# Snowboarding Pictures



## JimmyO (Feb 6, 2008)

Hey guys!

Ive been into taking pictures for the last few years with only point and shot cameras. After my friend got a Rebel Xti i got really jealose, haha. So i asked for a DSLR for my birthday (Feb 1st). And sure enough at the end of the day after i thought i wouldnt get a camera, my dad slung a Nikon D40x around my neck! I was soooo happy! Ive taken well over a thousand pictures in the last few days! I'm really into sports photography of myself and my buds doing things like mountain biking, snowboarding and other things of that nature.

Anyway, I'm going on a ski trip with my school next weekend and would like some pointers on shooting on the slopes. A few minutes ago i bought a screw on fisheye lens (52mm thread) for the 18-55mm lens that came with my camera. I cant wait to use this to get some cool shot of hitting rails and jumps!

 I currently do NOT have a camera bag to carry it around in. If you guys have any suggestion that would be great. I only need something that will hold the camera with MAYBE an extra lens and be able to ride with and not get in way, i.e. back pack. It also has to be stylish and compact. So basicly just something to keep the camera safe and try while snowboarding and biking.

Thanks a bunch guys!


----------



## jlykins (Feb 6, 2008)

You should check out the slingshot 100. http://products.lowepro.com/product/SlingShot-100-AW,2034,4.htm


----------



## MarcusM (Feb 6, 2008)

Have fun on the trip, post some snowboarding shots, I'm a snowboarder myself!


----------



## JimmyO (Feb 6, 2008)

Thanks guys!

I like everything about that bag except the fact that i need one that has 2 straps and a clip across the front to its stay against my body when going over things

I'll make sure to post some pics!

Not sure if anyone here has any experiance but...

Can i use a the fisheye i bought for my camera with my camcorder using an adapter like this?

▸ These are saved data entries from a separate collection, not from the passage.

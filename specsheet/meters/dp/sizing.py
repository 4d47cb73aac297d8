"""Bore and range of a differential-pressure device: sized where free, rated where given."""

from __future__ import annotations

from collections.abc import Mapping
from dataclasses import dataclass, replace
from math import isfinite, sqrt

import numpy as np
from numpy.typing import NDArray

from specsheet.findings import Finding, Level, Origin
from specsheet.meters.dp import transmitter
from specsheet.meters.dp.device import Bounds, Device, Lanes, Prepared
from specsheet.meters.dp.response import flow_from, lanes_of, pressure_of, ratio_for
from specsheet.meters.family import Array, Element, Given, Request, Stream
from specsheet.methods import iso5167_1 as equation
from specsheet.sources import PRACTICE, cite

#: how often the leading point may change
_ROUNDS = 3

#: above this diameter ratio nothing narrows the pipe any more [-]
_WIDEST = 0.95

#: a range below this share of the static pressure is left to the transmitter's static-pressure
#: error [-], and what a decade below it costs beside a diameter ratio off its target [-] (both
#: common practice, no source)
_LEAST_SHARE, _SMALL_RANGE = 0.002, 0.5

#: step to which a machined dimension is rounded, so that Δp falls [m]
STEP = 1e-5

RANGE = "differential_pressure_range"
UNCERTAINTIES = ("pipe_diameter_uncertainty", "bore_uncertainty")


@dataclass(frozen=True)
class Task:
    """What is to be sized, with the numbers that do not depend on the result.

    Attributes:
        device, request: what and for whom.
        prepared: what the device read from its own entries.
        bounds: within what the sizing may move.
        numbers, choices: of the element, but for "size" and "range".
        lead: index of the point that gives the largest Δp.
        flow: flow at the upper range value, where that is free to choose [kg/s].
    """

    device: Device
    request: Request
    prepared: Prepared
    bounds: Bounds
    numbers: Mapping[str, float]
    choices: Mapping[str, str]
    lead: int
    flow: float

    def conditions(self, count: int) -> Stream:
        """Return the leading point ``count`` times, at the flow of the upper range value."""
        index: NDArray[np.intp] = np.full(count, self.lead, dtype=np.intp)
        return self.request.stream.take(index).with_flow(np.full(count, self.flow))

    def element(self, size: float, span: float) -> Element:
        """Return a bare element of an effective dimension [m] and a range [Pa]."""
        numbers = {**self.numbers, "size": size, "range": span}
        return Element(numbers=numbers, values={}, choices=self.choices)


@dataclass(frozen=True)
class Sized:
    """What came out: effective and machined dimension [m], range [Pa], where each comes from."""

    size: float
    machined: float
    span: float
    size_origin: Origin
    span_origin: Origin
    findings: tuple[Finding, ...] = ()


def task(device: Device, request: Request) -> Task:
    """Collect what the sizing needs."""
    prepared = device.prepare(request)
    stream = request.stream
    lead = int(np.argmax(stream.mass_flow**2 / stream.density))
    margin = request.tag.si("meter.margin") or 0.0
    keys = (*transmitter.ERRORS, *UNCERTAINTIES)
    numbers = {
        "inside_diameter": request.pipe.inside_diameter,
        "pipe_expansion": request.pipe.expansion,
        "element_expansion": request.pipe.expansion,
        "cut_off": request.tag.si("meter.low_cut_off") or 0.0,
        "calibrated_coefficient": _or_nan(request, "discharge_coefficient"),
        "calibrated_uncertainty": _or_nan(request, "discharge_coefficient_uncertainty"),
        **{key: request.tag.si(f"meter.{key}") or 0.0 for key in UNCERTAINTIES},
        **transmitter.error_numbers(request),
        **prepared.numbers,
    }
    choices = {**transmitter.origins(request, keys), **prepared.choices}
    bounds = device.bounds(request, prepared)
    target = request.tag.si("meter.target_diameter_ratio")
    if target is not None:
        bounds = replace(bounds, target=target)
    flow = float(stream.mass_flow[lead]) * (1.0 + margin)
    return Task(device, request, prepared, bounds, numbers, choices, lead, flow)


def _or_nan(request: Request, key: str) -> float:
    value = request.tag.si(f"meter.{key}")
    return np.nan if value is None else value


@dataclass(frozen=True)
class Led:
    """A task with the point that leads it, what it comes to, and Δp at the points [Pa]."""

    task: Task
    sized: Sized
    pressure: Array


def led(of: Task) -> Led:
    """Return the task led by the point that gives the largest Δp with the element as sized.

    The first guess is the largest qm²/ρ; expansion of a gas can make another point harder, but not
    where all points stand under the same conditions.
    """
    stream = of.request.stream
    found = _solved(of)
    if stream.alike:
        return found
    for _ in range(_ROUNDS):
        lead = int(np.argmax(found.pressure))
        if not np.isfinite(found.pressure).all() or lead == of.lead:
            break
        margin = of.flow / float(stream.mass_flow[of.lead])
        of = replace(of, lead=lead, flow=float(stream.mass_flow[lead]) * margin)
        found = _solved(of)
    return found


def _solved(of: Task) -> Led:
    sized = solve(of)
    element = of.element(sized.size, sized.span)
    return Led(of, sized, pressure_of(of.device, element, of.request.stream))


def solve(of: Task) -> Sized:
    """Size or rate: bore and range each given or free."""
    shape, tag = of.device.shape, of.request.tag
    given = tag.si(f"meter.{shape.entry}")
    span = tag.si(f"meter.{RANGE}")
    if given is not None and given > 0.0:
        size = shape.effective(given, of.numbers)
        if span is None:
            return _range_for(of, size, given)
        return Sized(size, given, span, Origin.GIVEN, tag.origin(f"meter.{RANGE}"))
    if span is None:
        return _both(of)
    ratio = float(_Asked.of(of, np.array([span])).ratios()[0])
    if ratio < _WIDEST:
        return _machine(of, ratio, span, Origin.GIVEN)
    sized = _machine(of, of.bounds.largest, span, Origin.GIVEN)
    return replace(sized, findings=(_impossible(of, span),))


@dataclass(frozen=True)
class _Asked:
    """Upper range values [Pa] to size for, with the stream and the flow in the device at each.

    The diameter ratio of ``lanes`` is the one aimed at.
    """

    device: Device
    spans: Array
    stream: Stream
    lanes: Lanes

    @classmethod
    def of(cls, task: Task, spans: Array) -> _Asked:
        """Return the leading point at each upper range value."""
        stream = task.conditions(spans.size)
        share = float(task.device.shape.share(np.array([task.bounds.target]))[0])
        aimed = task.element(task.numbers["inside_diameter"] * share, 1.0)
        return cls(task.device, spans, stream, lanes_of(task.device, aimed, stream))

    def ratios(self) -> Array:
        """Return β for each upper range value, NaN where none gives it."""
        return ratio_for(self.device, self.lanes, self.stream, self.spans)


def _machine(of: Task, ratio: float, span: float, span_origin: Origin) -> Sized:
    """Turn β at operating temperature into a dimension at 20 °C, rounded up to the step."""
    temperature = float(of.request.stream.temperature[of.lead])
    inside = equation.grown(
        length=of.numbers["inside_diameter"],
        expansion=of.numbers["pipe_expansion"],
        temperature=temperature,
    )
    hot = inside * float(of.device.shape.share(np.array([ratio]))[0])
    cold = hot / equation.grown(
        length=1.0, expansion=of.numbers["element_expansion"], temperature=temperature
    )
    exact = of.device.shape.machined(cold, of.numbers)
    steps = round(exact / STEP, 6)
    whole = np.ceil(steps) if of.device.shape.widens else np.floor(steps)
    machined = round(float(whole) * STEP, 9)
    size = of.device.shape.effective(machined, of.numbers)
    return Sized(size, machined, span, Origin.DERIVED, span_origin)


def _range_for(of: Task, size: float, given: float) -> Sized:
    """Choose the preferred range that holds the largest Δp of a given bore."""
    stream = of.request.stream
    grown = of.flow / float(stream.mass_flow[of.lead])
    lanes = stream.with_flow(stream.mass_flow * grown)
    found = pressure_of(of.device, of.element(size, 1.0), lanes)
    top = float(np.nanmax(found)) if np.isfinite(found).any() else np.nan
    findings: tuple[Finding, ...] = ()
    if not np.isfinite(found).all():
        findings = (
            Finding(
                Level.STOP,
                "differential-pressure-impossible",
                f"meter.{of.device.shape.entry}",
                f"the stated {of.device.shape.label} cannot pass the largest flow: the gas would "
                f"choke; state a larger {of.device.shape.label}, or let it be sized",
            ),
        )
    span = transmitter.next_range(top) if np.isfinite(top) else float(transmitter.SERIES[-1])
    return Sized(size, given, span, Origin.GIVEN, Origin.DERIVED, findings)


def _both(of: Task) -> Sized:
    """Choose the preferred range whose β comes nearest to the target within all bounds."""
    bounds, spans = of.bounds, transmitter.SERIES
    asked = _Asked.of(of, spans)
    stream, ratios = asked.stream, asked.ratios()
    lanes = asked.lanes.with_ratio(ratios)
    vapour = np.where(np.isnan(stream.vapour_pressure), 0.0, stream.vapour_pressure)
    with np.errstate(all="ignore"):
        loss = of.device.loss(lanes, of.device.coefficient(lanes)) * spans
        back = float(of.request.stream.mass_flow[of.lead]) / of.flow
        size = lanes.inside_diameter * of.device.shape.share(ratios)
        broken = (
            ((ratios < bounds.smallest) | (ratios > bounds.largest)).astype(float)
            + (size < bounds.smallest_bore)
            + (spans > bounds.largest_differential)
            + (~np.isnan(stream.isentropic_exponent))
            * (spans > bounds.largest_drop * stream.pressure)
            + _excess(loss * back * back, _largest_loss(of.request))
            + (spans >= stream.pressure - vapour)
        )
        small = np.log10(np.maximum(_LEAST_SHARE * stream.pressure / spans, 1.0))
        wish = abs(ratios - bounds.target) + _SMALL_RANGE * small
        score = np.where(~(ratios < _WIDEST), np.inf, wish + 10.0 * broken)
    index = int(np.argmin(score))
    if not np.isfinite(score[index]):
        sized = _machine(of, bounds.largest, float(spans[index]), Origin.DERIVED)
        return replace(sized, findings=(_impossible(of, float(spans[index])),))
    sized = _machine(of, float(ratios[index]), float(spans[index]), Origin.DERIVED)
    if score[index] < 10.0:
        return sized
    return replace(sized, findings=(_no_match(of, float(spans[index])),))


def _excess(loss: Array, allowed: float) -> Array:
    """Return 0 where the loss is allowed, above 1 and rising with the loss where it is not."""
    return np.where(loss > allowed, 1.0 + np.log(np.maximum(loss / allowed, 1.0)), 0.0)


def _largest_loss(request: Request) -> float:
    stated = (request.tag.si("meter.maximum_loss"), request.tag.si("require.pressure_loss"))
    return min((value for value in stated if value is not None), default=float("inf"))


def _impossible(of: Task, span: float) -> Finding:
    label = of.device.shape.label
    return Finding(
        Level.STOP,
        f"{of.device.shape.entry.replace('_', '-')}-impossible",
        f"meter.{RANGE}",
        f"no {label} gives {span / 100.0:.4g} mbar at the largest flow; the values printed are for "
        f"the largest usual {label}. State another range, or let the range be sized",
        source=cite("iso5167-1"),
    )


def _no_match(of: Task, span: float) -> Finding:
    return Finding(
        Level.CAUTION,
        "sizing-compromise",
        f"meter.{of.device.shape.entry}",
        f"no preferred range meets diameter ratio, pressure ratio and permitted loss together; "
        f"{span / 100.0:.4g} mbar comes nearest. Allow more loss or choose another line size",
        source=PRACTICE,
    )


def second_range(of: Led, bare: Element) -> tuple[float, tuple[Finding, ...]]:
    """Return the range of a second, stacked transmitter [Pa] (0 for none), and what to say."""
    tag, pressure = of.task.request.tag, of.pressure
    stated = tag.si("meter.second_range")
    if stated is not None:
        return transmitter.below(stated, bare.numbers["range"])
    known = [value for value in pressure.tolist() if isfinite(value)]
    if not known:
        return 0.0, ()
    lowest, span = min(known), bare.numbers["range"]
    proposal = transmitter.next_range(sqrt(lowest * span))
    if tag.text("meter.second_range") == "propose":
        return (proposal, ()) if proposal < span else (0.0, ())
    parts = transmitter.contributions(bare.numbers, bare.choices, np.array([lowest]))
    share = 2.0 * float(np.sqrt(sum(part.relative[0] ** 2 for part in parts))) if parts else 0.0
    if share <= 0.01 or proposal >= span:
        return 0.0, ()
    return 0.0, (
        Finding(
            Level.NOTE,
            "second-transmitter",
            "meter.second_range",
            f"at the smallest flow the transmitter alone adds {share * 100.0:.2g} % (k = 2); a "
            f"second transmitter of {proposal / 100.0:.4g} mbar on the same taps would reach lower",
            source=PRACTICE,
        ),
    )


def upper_flow(of: Task, element: Element) -> float:
    """Return the flow at the upper range value, at the leading point's conditions [kg/s]."""
    stream = of.conditions(1)
    span = np.array([element.numbers["range"]])
    return float(flow_from(of.device, element, stream, span)[0])


def given_values(of: Task, sized: Sized) -> dict[str, Given]:
    """Return the dimensions and the range, as they are printed."""
    device, numbers = of.device, of.numbers
    temperature = float(of.request.stream.temperature[of.request.normal])
    inside = equation.grown(
        length=numbers["inside_diameter"],
        expansion=numbers["pipe_expansion"],
        temperature=temperature,
    )
    hot = equation.grown(
        length=sized.size, expansion=numbers["element_expansion"], temperature=temperature
    )
    grown = hot / sized.size
    ratio = float(device.shape.ratio(np.array([hot / inside]))[0])
    clause = cite("iso5167-1")
    values = {
        device.shape.term: Given(sized.machined, sized.size_origin, device.source),
        "diameter_ratio": Given(ratio, Origin.DERIVED, device.source),
        "inside_diameter_hot": Given(inside, Origin.DERIVED, clause),
        RANGE: Given(sized.span, sized.span_origin, PRACTICE),
        "element_expansion": Given(
            numbers["element_expansion"], Origin.DERIVED, "table of materials"
        ),
    }
    if device.shape.hot_term:
        values[device.shape.hot_term] = Given(sized.machined * grown, Origin.DERIVED, clause)
    return values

http://cgi.ebay.com/34mm-to-52mm-St...eZWD1VQQtrksidZp1638.m118.l1247QQcmdZViewItem

Thanks again


----------



## MarcusM (Feb 6, 2008)

I don't know much about lenses yet, so I'll leave that to the more knowledgeable posters, but I found this thread from another forum which may have some useful info for you. Actually, I'm thinking about getting a bag to be able to take camera gear snowboarding now too, glad you posted this, I'll have to add that to my "wishlist"

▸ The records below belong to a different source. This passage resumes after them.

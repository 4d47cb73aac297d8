"""What one differential-pressure device is: its equations, its limits and how it is drawn."""

from __future__ import annotations

from collections.abc import Callable, Mapping
from dataclasses import dataclass, field

from specsheet.findings import Finding
from specsheet.meters.family import Array, Derivation, Element, Given, Limit, Request


@dataclass(frozen=True)
class Lanes:
    """The flow in the device at n conditions, as its equations want it; arrays of shape (n,).

    Attributes:
        diameter_ratio: β at operating temperature [-]
        inside_diameter: D at operating temperature [m]
        reynolds_number: ReD [-]
        mass_flow: [kg/s]
        density: upstream [kg/m3]
        numbers, choices: those of the element.
    """

    diameter_ratio: Array
    inside_diameter: Array
    reynolds_number: Array
    mass_flow: Array
    density: Array
    numbers: Mapping[str, float]
    choices: Mapping[str, str]

    def with_ratio(self, diameter_ratio: Array) -> Lanes:
        """Return the same lanes with another diameter ratio."""
        return Lanes(
            diameter_ratio,
            self.inside_diameter,
            self.reynolds_number,
            self.mass_flow,
            self.density,
            self.numbers,
            self.choices,
        )

    def with_flow(self, mass_flow: Array) -> Lanes:
        """Return the same lanes with another flow; the Reynolds number follows."""
        return Lanes(
            self.diameter_ratio,
            self.inside_diameter,
            self.reynolds_number * (mass_flow / self.mass_flow),
            mass_flow,
            self.density,
            self.numbers,
            self.choices,
        )


#: ε of β, Δp/p1 and κ
Expansibility = Callable[[Array, Array, Array], Array]


def same_share(diameter_ratio: Array) -> Array:
    """Return the throat by D of a device whose throat is a round bore: β itself."""
    return diameter_ratio


def as_machined(size: float, numbers: Mapping[str, float]) -> float:  # noqa: ARG001
    """Return the dimension itself: nothing else lets fluid pass."""
    return size


@dataclass(frozen=True)
class Shape:
    """How β is cut into steel: the dimension that is machined, against the inside diameter.

    Attributes:
        entry: key of its entry under [meter] ("bore").
        term: glossary key of it at 20 °C ("bore_diameter").
        hot_term: glossary key of it at operating temperature, or "".
        label: words for it in a message ("bore").
        equation: how β follows from it.
        share: dimension by D, from β; arrays.
        ratio: β, from dimension by D; arrays.
        effective: dimension that counts, from the one machined [m] and the element's numbers.
        machined: the inverse of ``effective``.
        widens: whether a larger dimension opens the pipe; rounding goes that way.
    """

    entry: str = "bore"
    term: str = "bore_diameter"
    hot_term: str = "bore_diameter_hot"
    label: str = "bore"
    equation: str = "β = d / D"
    share: Callable[[Array], Array] = same_share
    ratio: Callable[[Array], Array] = same_share
    effective: Callable[[float, Mapping[str, float]], float] = as_machined
    machined: Callable[[float, Mapping[str, float]], float] = as_machined
    widens: bool = True


@dataclass(frozen=True)
class Described:
    """What a device adds to its element once the size is known."""

    values: Mapping[str, Given] = field(default_factory=dict)
    notes: Mapping[str, tuple[str, ...]] = field(default_factory=dict)
    findings: tuple[Finding, ...] = ()


@dataclass(frozen=True)
class Bounds:
    """Within what the sizing may move.

    Attributes:
        smallest, largest: diameter ratio [-].
        target: diameter ratio aimed at when bore and range are both free [-].
        smallest_bore: smallest dimension [m].
        largest_differential: highest upper range value [Pa].
        largest_drop: largest Δp/p1 of a gas [-].
    """

    smallest: float
    largest: float
    target: float = 0.6
    smallest_bore: float = 0.0
    largest_differential: float = 2.5e5
    largest_drop: float = 0.25


@dataclass(frozen=True)
class Prepared:
    """What a device reads from its own entries before it is sized.

    Attributes:
        numbers, choices: join those of the element.
        values: what the sheet prints of them.
        findings: what is wrong with them.
    """

    numbers: Mapping[str, float] = field(default_factory=dict)
    choices: Mapping[str, str] = field(default_factory=dict)
    values: Mapping[str, Given] = field(default_factory=dict)
    findings: tuple[Finding, ...] = ()


def no_over_reading(lanes: Lanes) -> float:  # noqa: ARG001 - the signature is the protocol
    """Return the over-reading of a dry gas or a liquid: 1."""
    return 1.0


def nothing_beside(lanes: Lanes) -> Mapping[str, Array]:  # noqa: ARG001 - the protocol
    """Return nothing: the device has no further values."""
    return {}


def nothing_more(request: Request) -> Prepared:  # noqa: ARG001 - the signature is the protocol
    """Return nothing: the device has no entries of its own."""
    return Prepared()


@dataclass(frozen=True)
class Device:
    """One differential-pressure device.

    Attributes:
        key: of the family.
        source: citation of the discharge coefficient.
        coefficient: C of the lanes.
        coefficient_uncertainty: relative expanded (k = 2) of C of the lanes.
        expansibility: ε of β, Δp/p1 and κ.
        expansibility_uncertainty: relative expanded (k = 2) of ε, of β, Δp/p1 and κ.
        loss: permanent loss by Δp, of the lanes and C.
        bounds: within what the sizing may move, of the pipe and the prepared choices.
        limits: limits of use of the element as sized.
        describe: make of it: thickness, edge, tappings.
        derivations: how C, ε and the loss come about.
        prepare: reads the device's own entries.
        over_reading: by what factor the flow reads high (wet gas), of the lanes.
        more: further values of the lanes to put out, by glossary key.
        assumed_expansion: where no published uncertainty of ε was seen: whose is taken instead.
        shape: which dimension is machined.
    """

    key: str
    source: str
    coefficient: Callable[[Lanes], Array]
    coefficient_uncertainty: Callable[[Lanes], Array]
    expansibility: Expansibility
    expansibility_uncertainty: Expansibility
    loss: Callable[[Lanes, Array], Array]
    bounds: Callable[[Request, Prepared], Bounds]
    limits: Callable[[Element, Request], tuple[Limit, ...]]
    describe: Callable[[Request, Element], Described]
    derivations: tuple[Derivation, ...]
    prepare: Callable[[Request], Prepared] = nothing_more
    over_reading: Callable[[Lanes], Array | float] = no_over_reading
    more: Callable[[Lanes], Mapping[str, Array]] = nothing_beside
    shape: Shape = Shape()
    assumed_expansion: str = ""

http://photography-on-the.net/forum/showthread.php?t=239161


----------



## MarcusM (Feb 6, 2008)

*Here you go: The Dakine looks pretty sweet!

Burton AK 29L Zoom Pack*







*Dakine Sequence*


----------



## JimmyO (Feb 6, 2008)

I would go with that bag if it was smaller. Im not just there to take pictures, i wanna ride most of the time. But i want sumtin that makes it easy to whip out my camera and snap a few quick shots and get on my way quickly.

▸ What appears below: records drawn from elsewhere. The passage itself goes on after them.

"""Differential-pressure metering: what every device of the group shares.

* :mod:`device`       what a device is: its equations and how β is cut into steel
* :mod:`response`     Δp from flow, flow from Δp, β from both
* :mod:`sizing`       bore and range, free or given
* :mod:`transmitter`  range series, errors, impulse legs
* :mod:`budget`       contributions to the uncertainty
* :mod:`build`        a family out of a device
"""
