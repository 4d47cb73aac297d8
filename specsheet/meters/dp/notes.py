"""Sentences that every differential-pressure family prints."""

from __future__ import annotations

from specsheet.tag import Tag


def output_note(tag: Tag) -> dict[str, tuple[str, ...]]:
    """Return where the square root is extracted, under its heading; nothing where not stated."""
    output = tag.text("meter.output_characteristic")
    if output == "linear in flow":
        text = "The transmitter extracts the square root: its output is linear in flow."
    elif output:
        text = (
            "The transmitter's output is linear in differential pressure; the receiver extracts "
            "the square root, once."
        )
    else:
        return {}
    return {"output": (text,)}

I just found the site http://www.snowperception.com/
They got TONS of good info.


----------



## jedithebomber (Feb 7, 2008)

If you don't have to carry around many lenses maby try a cheap inexpensive holster bag. Attach it to your belt, and you camera is within easy reach when you need it.


----------



## JimmyO (Feb 7, 2008)

For better or worse i dropped about 11 bucks on a 52mm to 34mm adapter so i can use the fisheye i ordered on my camcorder as well. I of course don't expect and then better than O.K quality already from using it on my d40x. And the guys from snowperception said that it will be even worse on my camcorder after the reducer/adapter, but thats ok. Im not filming the x-games here, just want something fun for my friends and i to play around with.


----------



## CJL (Feb 7, 2008)

i have the lowe pro sling shot and its perfect for hitting the mountain.  i just used it out in utah on my trip.  when your ready to get on the lift just un clip the side clip and swing it around to the front to get on the lift to access the camera.  you don't even have to take it off.  its weather resistant too which is nice.  i took quite a few diggers in the pow and covered the bag with snow and all was good.   i have mine packed with 3 lenses a speedlight my d200 and film body.  i packed lighter when i hit the mountain but i can fit most all my gear in it.


----------



## Double H (Feb 7, 2008)

I just got a Slingshot 300. You mentioned you wanted something that you allows quick camera draw - this is it. You simply sling it around to the front, and whip it out!


----------



## JimmyO (Feb 7, 2008)

Thanks for the input guys!

I think i will go with this bag. Im not gonna buy it just yet. Im gonna wait till my parent agree to get one for me. Untill then ill just use my regular snowboard backpack. Any suggestion with wrapping the camera with something while its in the bag?


----------



## JimmyO (Feb 7, 2008)

Does anyone here use charcoal hand warmers to keep their batteries warm?


----------